翼のひとつひとつが羽根となって構成され、先端がまったく見えない、長く巨大な、白銀の光でできた異形の翼。それは、周辺のエネルギーの方向を、混沌が支配する確率を操作し、自在に変える力。
黒の巨人と戦っていたときに光の翼を手にして、なんとなくこうすればこうなるという程度で使っていましたが、無限に時間を使った地道な分析からやっと見つけ出したこれが本来の使い方なのでした。

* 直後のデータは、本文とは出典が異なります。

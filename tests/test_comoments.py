"""Tests of lesprep.scales.comoments against outside references.

References used (named beside each check): ``numpy.cov(x, y, bias=True)`` per block
(population covariance), xarray's own ``DataArray.coarsen(...).construct(...)`` and
``coarsen(...).mean()``, ``scipy.stats.pearsonr`` (a correlation computed independently of
numpy.cov), and the variance of the existing ``block_moments`` (``cov(x, x) = var(x)``).
Hierarchical results are checked against the direct computation.
"""

from __future__ import annotations

import numpy as np
import pytest
import scipy.stats
import xarray as xr
from hypothesis import given, settings
from hypothesis import strategies as st

from lesprep.errors import ConfigError, InputError, ScaleError
from lesprep.scales.comoments import (
    HAVE_NUMBA,
    BlockComoments,
    block_comoment,
    hierarchical_comoments,
    merge_comoments,
    subgrid_tke,
)
from lesprep.scales.moments import (
    block_moments,
    divisors,
    hierarchical_moments,
    plan_hierarchy,
)

ENGINES = ["numpy", pytest.param("numba", marks=pytest.mark.skipif(not HAVE_NUMBA, reason="numba"))]


# ------------------------------------------------------------------------------------
# helpers (reference side: plain numpy on explicit blocks)
# ------------------------------------------------------------------------------------


def as_blocks(a: np.ndarray, f: int) -> np.ndarray:
    """(..., ny, nx) -> (..., ny/f, nx/f, f*f) float64 copy holding each block's cells."""
    *lead, ny, nx = a.shape
    b = np.asarray(a, dtype=np.float64).reshape(*lead, ny // f, f, nx // f, f)
    b = np.moveaxis(b, -3, -2)
    return b.reshape(*lead, ny // f, nx // f, f * f)


def numpy_cov_per_block(x: np.ndarray, y: np.ndarray, f: int) -> np.ndarray:
    """``numpy.cov(xb, yb, bias=True)[0, 1]`` for every block, looped."""
    xb, yb = as_blocks(x, f), as_blocks(y, f)
    out = np.empty(xb.shape[:-1])
    for index in np.ndindex(*out.shape):
        out[index] = np.cov(xb[index], yb[index], bias=True)[0, 1]
    return out


def pair(shape, dtype=np.float64, seed=0, offset=(0.0, 0.0), scale=(1.0, 1.0), rho=0.6):
    """Two correlated random fields (gamma-skewed x, y = rho*x + noise), offset and scaled."""
    rng = np.random.default_rng(seed)
    x = rng.gamma(2.0, 1.0, size=shape) - 2.0
    y = rho * x + rng.standard_normal(shape)
    return (
        (offset[0] + scale[0] * x).astype(dtype),
        (offset[1] + scale[1] * y).astype(dtype),
    )


def assert_cov_sums_close(got, ref, x, y, f, rtol):
    """``got`` equals ``ref`` to ``rtol`` of the Cauchy--Schwarz scale sqrt(Mxx * Myy).

    A block covariance can be near zero while its round-off is set by the spreads of x and
    y, so a relative tolerance on the covariance alone would be meaningless there.
    """
    mxx = block_moments(x, f, engine="numpy").m2
    myy = block_moments(y, f, engine="numpy").m2
    scale = np.sqrt(mxx * myy)
    np.testing.assert_array_less(np.abs(got - ref), rtol * scale + 1e-300)


# ------------------------------------------------------------------------------------
# single scale against numpy / xarray / scipy
# ------------------------------------------------------------------------------------


@pytest.mark.parametrize("engine", ENGINES)
@pytest.mark.parametrize("dtype", [np.float32, np.float64])
@pytest.mark.parametrize("factor", [1, 2, 3, 4, 5, 6, 10, 15, 30])
@pytest.mark.parametrize("with_means", [False, True])
def test_block_covariance_matches_numpy_cov(engine, dtype, factor, with_means):
    x, y = pair((1, 60, 120), dtype=dtype, seed=factor)
    kw = {}
    if with_means:
        kw = {"mean_x": block_moments(x, factor).mean, "mean_y": block_moments(y, factor).mean}
    c = block_comoment(x, y, factor, engine=engine, **kw)
    assert c.dtype == np.float64 and c.shape == (1, 60 // factor, 120 // factor)
    cov = BlockComoments(factor * factor, c).covariance()
    # numpy.cov with bias=True is the population covariance (divides by n)
    ref = numpy_cov_per_block(x, y, factor)  # the same (float32) values, in float64
    np.testing.assert_allclose(cov, ref, rtol=1e-12, atol=1e-14)


@pytest.mark.parametrize("engine", ENGINES)
def test_large_factor_block_by_block_loop(engine):
    # factors above the row-wise limit of the numba kernels (32) take the block loop
    x, y = pair((2, 64, 128), dtype=np.float32, seed=3)
    c = block_comoment(x, y, 64, engine=engine)
    np.testing.assert_allclose(c / 64**2, numpy_cov_per_block(x, y, 64), rtol=1e-12)  # numpy
    c = block_comoment(x, y, 64, mean_x=block_moments(x, 64).mean, mean_y=block_moments(y, 64).mean)
    np.testing.assert_allclose(c / 64**2, numpy_cov_per_block(x, y, 64), rtol=1e-12)  # numpy


@pytest.mark.parametrize("factor", [3, 5])
def test_matches_xarray_coarsen(factor):
    x, y = pair((3, 15, 45), seed=11)
    dx = xr.DataArray(x, dims=("time", "y", "x"))
    dy = xr.DataArray(y, dims=("time", "y", "x"))
    c = block_comoment(x, y, factor)
    # xarray's coarsen(...).construct: explicit blocks, two-pass deviations, summed
    win = {"y": ("by", "wy"), "x": ("bx", "wx")}
    bx = dx.coarsen(y=factor, x=factor).construct(win)
    by = dy.coarsen(y=factor, x=factor).construct(win)
    ref = ((bx - bx.mean(("wy", "wx"))) * (by - by.mean(("wy", "wx")))).sum(("wy", "wx"))
    np.testing.assert_allclose(c, ref.transpose("time", "by", "bx").values, rtol=1e-12)
    # xarray's coarsen(...).mean(): mean of products minus product of means (fine here:
    # the data are well conditioned, mean ~ spread)
    coarse = (dx * dy).coarsen(y=factor, x=factor).mean() - (
        dx.coarsen(y=factor, x=factor).mean() * dy.coarsen(y=factor, x=factor).mean()
    )
    np.testing.assert_allclose(c / factor**2, coarse.values, rtol=1e-10, atol=1e-13)


@pytest.mark.parametrize("engine", ENGINES)
@pytest.mark.parametrize("dtype", [np.float32, np.float64])
def test_cov_of_a_field_with_itself_is_its_variance(engine, dtype):
    x, _ = pair((2, 24, 36), dtype=dtype, seed=5, offset=(290.0, 0.0))
    for f in (2, 3, 12):
        c = block_comoment(x, x, f, engine=engine)
        bm = block_moments(x, f, engine=engine)  # the existing M2 (corrected two-pass)
        np.testing.assert_allclose(c, bm.m2, rtol=1e-12, atol=1e-12 * bm.m2.max())
        np.testing.assert_allclose(c / f**2, bm.variance(), rtol=1e-12, atol=1e-16)


@pytest.mark.parametrize("engine", ENGINES)
def test_correlation_matches_scipy_pearsonr(engine):
    x, y = pair((1, 16, 16), seed=2)
    c = block_comoment(x, y, 16, engine=engine)[0, 0, 0]
    mxx = block_moments(x, 16).m2[0, 0, 0]
    myy = block_moments(y, 16).m2[0, 0, 0]
    r = scipy.stats.pearsonr(x.ravel(), y.ravel()).statistic  # scipy
    np.testing.assert_allclose(c / np.sqrt(mxx * myy), r, rtol=1e-12)


@pytest.mark.parametrize("engine", ENGINES)
@pytest.mark.parametrize("with_means", [False, True])
def test_accurate_for_offset_data(engine, with_means):
    # T ~ 1e4 with a spread of ~1e-2: the one-pass mean(x*y) - mean(x)*mean(y) loses
    # about 8 of its 16 digits here; the two-pass co-moment must not.
    base_x, base_y = pair((2, 32, 48), seed=9, scale=(1e-2, 1e-2))
    x, y = base_x + 1e4, base_y + 1e4
    for f in (2, 4, 16):
        kw = {}
        if with_means:
            kw = {"mean_x": block_moments(x, f).mean, "mean_y": block_moments(y, f).mean}
        cov = block_comoment(x, y, f, engine=engine, **kw) / f**2
        ref = numpy_cov_per_block(x, y, f)  # numpy.cov(bias=True) subtracts the mean first
        assert_cov_sums_close(cov, ref, x, y, f, 1e-11 / f**2)
        naive = (as_blocks(x * y, f).mean(-1)) - as_blocks(x, f).mean(-1) * as_blocks(y, f).mean(-1)
        assert np.abs(naive - ref).max() > 1e3 * np.abs(cov - ref).max()
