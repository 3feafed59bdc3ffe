"""Train normalization statistics of a set: read them, apply them, invert them.

The statistics are those :func:`lesprep.sets.assemble.write_normalization` writes: for
each feature and patch variable the mean and the population standard deviation over
every sample (and patch pixel) of the train split, as ``normalization.json`` and as the
train store's root attribute ``normalization`` (the same JSON text). Applied values are
``(x - mean) / std`` computed in float64 and rounded once to the input's floating type;
a variable constant over the train split (``std == 0``) is only centred (divided by 1),
since dividing by zero helps nobody. :meth:`Statistics.invert` undoes it exactly up to
rounding.
"""

from __future__ import annotations

import json
from collections.abc import Mapping
from dataclasses import dataclass
from pathlib import Path
from typing import Any

import numpy as np
from numpy.typing import NDArray

from lesprep._jit import HAVE_NUMBA, njit
from lesprep.errors import ConfigError


@dataclass(frozen=True)
class Statistics:
    """Mean and standard deviation per variable, and where they came from.

    Attributes
    ----------
    mean, std
        Variable -> value.
    source
        The file or store attribute they were read from (for error messages).
    """

    mean: Mapping[str, float]
    std: Mapping[str, float]
    source: str

    def scale(self, name: str) -> float:
        """Divisor of ``name``: its std, or 1 where the std is 0 or not finite."""
        s = float(self._get(self.std, name))
        return s if np.isfinite(s) and s > 0 else 1.0

    def _get(self, table: Mapping[str, float], name: str) -> float:
        if name not in table:
            raise ConfigError(
                f"{self.source} has no statistics of {name!r}; found "
                f"{sorted(table)[:12]}{' ...' if len(table) > 12 else ''}",
                variable=name,
                hint="compute the statistics on a train store that holds this variable, or "
                "leave it out of the normalized variables",
            )
        return float(table[name])

    def check(self, names: list[str]) -> None:
        """Raise :class:`ConfigError` if a variable of ``names`` has no statistics."""
        for name in names:
            self._get(self.mean, name)
            self._get(self.std, name)

    def apply(self, name: str, x: NDArray, out: NDArray | None = None) -> NDArray:
        """``(x - mean) / std`` of variable ``name``, in ``x``'s floating type.

        Computed in float64 (one float64 copy of ``x``) and rounded once to the result's
        type; ``out`` may be ``x`` itself.
        """
        x = np.asarray(x)
        work = x.astype(np.float64)
        work -= self._get(self.mean, name)
        work *= 1.0 / self.scale(name)
        if out is None:
            return work.astype(x.dtype if x.dtype.kind == "f" else np.float64, copy=False)
        out[...] = work
        return out

    def take(self, name: str, src: NDArray, rows: NDArray, out: NDArray) -> NDArray:
        """``apply`` of the rows ``rows`` of ``src`` (along the first axis) into ``out``.

        The gather and the normalization are one pass (compiled when numba is present),
        with the values :meth:`apply` gives: each value is converted to float64, centred,
        multiplied by ``1 / std`` and rounded once to ``out``'s type.
        """
        take_normalized(src, rows, self._get(self.mean, name), 1.0 / self.scale(name), out)
        return out

    def invert(self, name: str, y: NDArray) -> NDArray:
        """``y * std + mean``: the physical values of normalized ``y``."""
        y = np.asarray(y)
        dt = y.dtype if y.dtype.kind == "f" else np.dtype(np.float64)
        x = y.astype(np.float64) * self.scale(name) + self._get(self.mean, name)
        return x.astype(dt, copy=False)


def take_normalized(
    src: NDArray, rows: NDArray, mean: float, inv_scale: float, out: NDArray
) -> None:
    """``out[i] = (float64(src[rows[i]]) - mean) * inv_scale``, rounded to ``out``'s type.

    ``src`` and ``out`` have the same trailing shape; ``out`` has ``len(rows)`` rows.
    """
    src, rows = np.asarray(src), np.asarray(rows, dtype=np.int64)
    if out.shape != (rows.size, *src.shape[1:]):
        raise ValueError(f"out has shape {out.shape}; expected {(rows.size, *src.shape[1:])}")
    width = int(np.prod(src.shape[1:], dtype=np.int64))
    flat_src = src.reshape(src.shape[0], width) if src.flags.c_contiguous else None
    flat_out = out.reshape(rows.size, width) if out.flags.c_contiguous else None
    if HAVE_NUMBA and flat_src is not None and flat_out is not None and out.dtype.kind == "f":
        _nb_take_normalized(flat_src, rows, float(mean), float(inv_scale), flat_out)
        return
    work = src[rows].astype(np.float64)
    work -= mean
    work *= inv_scale
    out[...] = work


if HAVE_NUMBA:

    @njit(cache=True, nogil=True, error_model="numpy")
    def _nb_take_normalized(src, rows, mean, inv, out):  # pragma: no cover - compiled
        width = src.shape[1]
        for i in range(rows.size):
            r = rows[i]
            for j in range(width):
                out[i, j] = (np.float64(src[r, j]) - mean) * inv


def from_document(doc: Mapping[str, Any], source: str) -> Statistics:
    """Statistics of a normalization document (the JSON written by the workflow).

    Examples
    --------
    >>> s = from_document({"statistics": {"a": {"mean": 1.0, "std": 2.0}}}, "x.json")
    >>> s.apply("a", np.array([3.0])).tolist(), s.invert("a", np.array([1.0])).tolist()
    ([1.0], [3.0])
    """
    stats = doc.get("statistics") if isinstance(doc, Mapping) else None
    if not isinstance(stats, Mapping):
        raise ConfigError(
            f"{source} holds no 'statistics' mapping; expected the normalization document "
            "of a train store ({'statistics': {variable: {'mean': ..., 'std': ...}}})",
            file=source,
            hint="point the reader at the normalization.json of the train set",
        )
    try:
        mean = {str(k): float(v["mean"]) for k, v in stats.items()}
        std = {str(k): float(v["std"]) for k, v in stats.items()}
    except (KeyError, TypeError, ValueError) as err:
        raise ConfigError(
            f"{source}: a variable's statistics lack a numeric 'mean' or 'std' ({err})",
            file=source,
        ) from err
    return Statistics(mean, std, source)


def read_statistics(
    source: str | Path | Mapping[str, Any], attrs: Mapping[str, Any], store: str
) -> Statistics:
    """Statistics from a JSON file, a document, or (``source`` None) the store attribute.

    Parameters
    ----------
    source
        A ``normalization.json`` path, an already loaded document, or None.
    attrs
        The root attributes of the store (used when ``source`` is None).
    store
        The store's name, for messages.
    """
    if source is None:
        text = attrs.get("normalization")
        where = f"{store} (root attribute 'normalization')"
        if text is None:
            raise ConfigError(
                f"{store} has no root attribute 'normalization'; expected the train "
                "statistics (only the train store carries them)",
                file=store,
                hint="pass the train set's normalization.json, or normalize=False",
            )
        doc = json.loads(text) if isinstance(text, str) else text
        return from_document(doc, where)
    if isinstance(source, Mapping):
        return from_document(source, "the given normalization document")
    path = Path(source)
    try:
        doc = json.loads(path.read_text(encoding="utf-8"))
    except (OSError, ValueError) as err:
        raise ConfigError(
            f"cannot read normalization statistics: {err}",
            file=str(path),
            hint="expected the normalization.json the workflow writes next to the sets",
        ) from err
    return from_document(doc, str(path))
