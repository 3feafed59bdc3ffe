"""Lagged inputs: a coarse cell's value some output times earlier.

With ``sets.lags`` a set store carries, for each chosen feature ``f`` and each lag ``k``,
``f_lag<k>``: the value of the same coarse cell (same case, z, y, x) ``k`` output times
before the sample's time, read from the per-case scale store. ``k`` counts output times
of the per-case store, not the kept times of a set thinned by ``time_stride``. Kept
times whose lag would fall before the case's first output time (its first ``max(k)``
times) are dropped, so no sample lacks a lag.

A lag is a time only when the output interval is regular: every case of a set with lags
must have one constant interval (a missing output time or an irregular interval is
refused, naming the case and the gap). The span is the attribute ``lag_s`` of the lagged
array when all cases of the set share their interval; cases with different intervals
(the demo cases have 1200 s to 1800 s) are allowed with a warning, and the attribute
``lag_s_by_case`` then gives each case's span.

A lag describes the history of the cell, not of the air in it: at 5 m s-1 the air
crosses a 1 km cell in about 200 s, so after an hourly output interval the cell holds
other air.
"""

from __future__ import annotations

from collections.abc import Mapping, Sequence
from dataclasses import dataclass
from typing import Any

import numpy as np

from lesprep.errors import ConfigError, TimeAxisError

LAG_KINDS = ("cell", "column")
"""Kinds of feature (see :data:`lesprep.sets.assemble.FEATURE_KINDS`) that can be lagged:
a profile has no time and a patch would multiply the store's size."""

INTERVAL_RTOL = 1e-6
"""Relative tolerance of two output intervals that count as equal."""


@dataclass(frozen=True)
class Lag:
    """One lagged array of a set: ``name`` is ``feature`` ``steps`` output times earlier."""

    name: str
    feature: str
    steps: int


def lag_name(feature: str, steps: int) -> str:
    """Name of a lagged feature.

    Examples
    --------
    >>> lag_name("qt_mean", 2)
    'qt_mean_lag2'
    """
    return f"{feature}_lag{int(steps)}"


def plan_lags(
    features: Sequence[str],
    steps: Sequence[int],
    kinds: Mapping[str, str],
    *,
    where: str,
) -> list[Lag]:
    """The lagged arrays of a set, checked against the features its cases carry.

    Parameters
    ----------
    features
        Features to lag (``sets.lags.features``).
    steps
        Lags in output times (``sets.lags.steps``), each at least 1.
    kinds
        Every variable of the per-case stores -> its feature kind (``cell``, ``column``,
        ``profile``, ``patch``).
    where
        The set and scale, for messages.

    Returns
    -------
    list of Lag
        In the order features x steps.

    Raises
    ------
    ConfigError
        If a feature is not in the stores, cannot be lagged, or a lagged name is taken.

    Examples
    --------
    >>> [x.name for x in plan_lags(["w_mean"], [1, 2], {"w_mean": "cell"}, where="train")]
    ['w_mean_lag1', 'w_mean_lag2']
    """
    out = []
    lagable = sorted(k for k, v in kinds.items() if v in LAG_KINDS)
    for f in features:
        kind = kinds.get(f)
        if kind is None:
            raise ConfigError(
                f"{where}: sets.lags.features names {f!r}, which the per-case scale stores "
                f"do not hold; expected one of {lagable}",
                variable=f,
                hint="name a feature of the scale stores (see coarsen.moments)",
            )
        if kind not in LAG_KINDS:
            raise ConfigError(
                f"{where}: sets.lags.features names {f!r}, a {kind} variable; only features "
                f"per cell or per column ({', '.join(LAG_KINDS)}) can be lagged",
                variable=f,
                hint="remove it from sets.lags.features",
            )
        for k in steps:
            if int(k) < 1:
                raise ConfigError(f"{where}: sets.lags.steps holds {k}; expected integers >= 1")
            name = lag_name(f, int(k))
            if name in kinds:
                raise ConfigError(
                    f"{where}: the lagged feature {name!r} would replace a variable of the "
                    "per-case stores of that name",
                    variable=name,
                    hint="rename that variable in the variable map",
                )
            out.append(Lag(name=name, feature=f, steps=int(k)))
    return out


def output_interval(times: Any, *, case: str, file: str | None = None) -> float | None:
    """The regular output interval of a case (s), or None with fewer than two times.

    Parameters
    ----------
    times
        Output times of the per-case store, in s, increasing.
    case, file
        Named in the error.

    Raises
    ------
    TimeAxisError
        If two consecutive intervals differ (relative tolerance :data:`INTERVAL_RTOL`):
        names the first interval that differs from the first one, with its times.

    Examples
    --------
    >>> output_interval([0.0, 600.0, 1200.0], case="c")
    600.0
    >>> output_interval([0.0, 600.0, 1800.0], case="c")  # doctest: +ELLIPSIS
    Traceback (most recent call last):
    ...
    lesprep.errors.TimeAxisError: case 'c': output interval is not regular: 600 s from 0 s ...
    """
    t = np.asarray(times, dtype=np.float64)
    if t.size < 2:
        return None
    d = np.diff(t)
    first = float(d[0])
    bad = np.nonzero(~np.isclose(d, first, rtol=INTERVAL_RTOL, atol=0.0))[0]
    if first <= 0 or bad.size:
        i = int(bad[0]) if bad.size else 0
        raise TimeAxisError(
            f"output interval is not regular: {first:g} s from {t[0]:g} s to {t[1]:g} s "
            f"but {d[i]:g} s from {t[i]:g} s to {t[i + 1]:g} s (a missing or irregular "
            "output time); lagged inputs need one constant interval",
            case=case,
            file=file,
            hint="drop sets.lags, or re-ingest the case with a regular output interval",
        )
    return first


def common_interval(intervals: Mapping[str, float | None]) -> float | None:
    """The output interval shared by every case of a set, or None if they differ.

    Cases with a single time (no interval) are ignored.

    Examples
    --------
    >>> common_interval({"a": 600.0, "b": None, "c": 600.0})
    600.0
    >>> common_interval({"a": 600.0, "b": 900.0}) is None
    True
    """
    known = [v for v in intervals.values() if v is not None]
    if not known or not np.allclose(known, known[0], rtol=INTERVAL_RTOL, atol=0.0):
        return None
    return float(known[0])


def lag_attrs(
    base: Mapping[str, Any], lag: Lag, intervals: Mapping[str, float | None]
) -> dict[str, Any]:
    """Attributes of a lagged array: the feature's, with the lag described.

    ``lag_s`` is the lag in seconds when every case has the same output interval;
    otherwise ``lag_s_by_case`` maps each case to its lag in seconds.

    Examples
    --------
    >>> lag = Lag("w_mean_lag1", "w_mean", 1)
    >>> a = lag_attrs({"long_name": "mean of w", "units": "m s-1"}, lag, {"c": 600.0})
    >>> a["lag_s"], a["lag_steps"], a["long_name"]
    (600.0, 1, 'mean of w, 1 output time(s) (600 s) earlier')
    >>> lag_attrs({}, lag, {"c": 600.0, "d": 900.0})["lag_s_by_case"]
    {'c': 600.0, 'd': 900.0}
    """
    attrs = {k: v for k, v in base.items() if k not in ("coordinates", "_FillValue")}
    common = common_interval(intervals)
    span = "" if common is None else f" ({lag.steps * common:g} s)"
    attrs["long_name"] = (
        f"{base.get('long_name', lag.feature)}, {lag.steps} output time(s){span} earlier"
    )
    attrs["lag_of"] = lag.feature
    attrs["lag_steps"] = lag.steps
    if common is not None:
        attrs["lag_s"] = float(lag.steps * common)
    else:
        attrs["lag_s_by_case"] = {
            c: float(lag.steps * v) for c, v in sorted(intervals.items()) if v is not None
        }
    attrs["comment"] = (
        f"{lag.feature} of the same coarse cell {lag.steps} output time(s) before the "
        "sample's time, from the per-case scale store. It is the history of the cell, not "
        "of the same air: air at 5 m s-1 crosses a 1 km cell in about 200 s."
    )
    return attrs


def kept_after_lags(t_idx: np.ndarray, steps: Sequence[int]) -> np.ndarray:
    """Kept time indices whose every lag lies within the case (index >= max(steps)).

    Examples
    --------
    >>> kept_after_lags(np.array([0, 2, 4, 6]), [1, 3]).tolist()
    [4, 6]
    """
    t_idx = np.asarray(t_idx)
    if not len(steps):
        return t_idx
    return t_idx[t_idx >= max(int(k) for k in steps)]
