def kept_indices(
    times: int, z: np.ndarray, *, z_range: Sequence[float] | None, time_stride: int
) -> tuple[np.ndarray, np.ndarray]:
    """Time and level indices a set keeps of a per-case store under its filters.

    Every ``time_stride``-th time from the first; levels with ``z_min <= z <= z_max``.

    Parameters
    ----------
    times
        Number of times of the per-case store.
    z
        Its heights (m).
    z_range
        ``(z_min, z_max)`` in m, or None for every level.
    time_stride
        Keep every n-th time.

    Returns
    -------
    t_idx, z_idx : numpy.ndarray

    Examples
    --------
    >>> import numpy as np
    >>> t, k = kept_indices(5, np.array([50.0, 150.0, 250.0]), z_range=(100, 300), time_stride=2)
    >>> t.tolist(), k.tolist()
    ([0, 2, 4], [1, 2])
    """
    t_idx = np.arange(0, times, max(1, int(time_stride)))
    z = np.asarray(z, dtype=np.float64)
    z_idx = np.arange(z.size)
    if z_range is not None:
        z_idx = z_idx[(z >= float(z_range[0])) & (z <= float(z_range[1]))]
    return t_idx, z_idx


def _case_pieces(
    ds: xr.Dataset,
    t_idx: np.ndarray,
    z_idx: np.ndarray,
    feats,
    cols,
    patches,
    meta: dict[str, int],
    *,
    limit_bytes: int = 128 * 2**20,
):
    """Yield the samples of each kept time of one case, in (z, y, x) order.

    Several times are read per array access (up to ``limit_bytes``), which is far faster
    than one read per time for small coarse grids, and memory stays bounded.
    """
    ny, nx = ds.sizes["y"], ds.sizes["x"]
    nz = z_idx.size
    n = nz * ny * nx
    per_time = sum(
        ds[v].dtype.itemsize * n * (math.prod(ds[v].shape[-2:]) if v in patches else 1)
        for v in feats + patches
    )
    block = int(max(1, limit_bytes // max(1, per_time)))
    zz, yy, xx = np.meshgrid(ds.z.values[z_idx], ds.y.values, ds.x.values, indexing="ij")
    zz, yy, xx = zz.reshape(-1), yy.reshape(-1), xx.reshape(-1)
    profile_cols = {c: ds[c].values[z_idx] for c in cols if ds[c].dims == ("z",)}
    for b0 in range(0, t_idx.size, block):
        tb = t_idx[b0 : b0 + block]
        data = {v: ds[v].isel(time=tb, z=z_idx).values for v in feats + patches}
        data.update({c: ds[c].isel(time=tb).values for c in cols if c not in profile_cols})
        for k, t in enumerate(tb):
            out: dict[str, np.ndarray] = {}
            for v in feats:
                out[v] = data[v][k].reshape(-1)
            for v in cols:
                a = profile_cols[v][:, None, None] if v in profile_cols else data[v][k][None]
                out[v] = np.ascontiguousarray(np.broadcast_to(a, (nz, ny, nx))).reshape(-1)
            for v in patches:
                a = data[v][k]
                out[v] = a.reshape(-1, a.shape[-2], a.shape[-1])
            out["time"] = np.full(n, float(ds.time.values[t]))
            out["z"], out["y"], out["x"] = zz, yy, xx
            out["case"] = np.full(n, meta["case"], dtype=np.int16)
            out["regime"] = np.full(n, meta["regime"], dtype=np.int16)
            yield out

翼を動かそうと思う前から、すでに体は浮いていました。
「そうよ、あなたは飛べる」
羽ばたくまでもないと、そう言っているかのように。
「飛べ、無限の長さ持つ光の翼で。運命は君のものだ!」
重力の方向を逆にしてやるだけ。光の速度でさえ出ることのできない強大な重力の空間から抜け出すことなど、たやすいことでした。
動く、動きます!わたくしの思うがままに、軽やかに!
ただ飛んだだけなのに、今までとは比較にならないほどの開放感に高揚しながら、そのまま空間をねじ曲げて途中を飛ばし、第9の天をさらに越えたその場所、神の御座へ。
止まっていた時間が、動き始めました。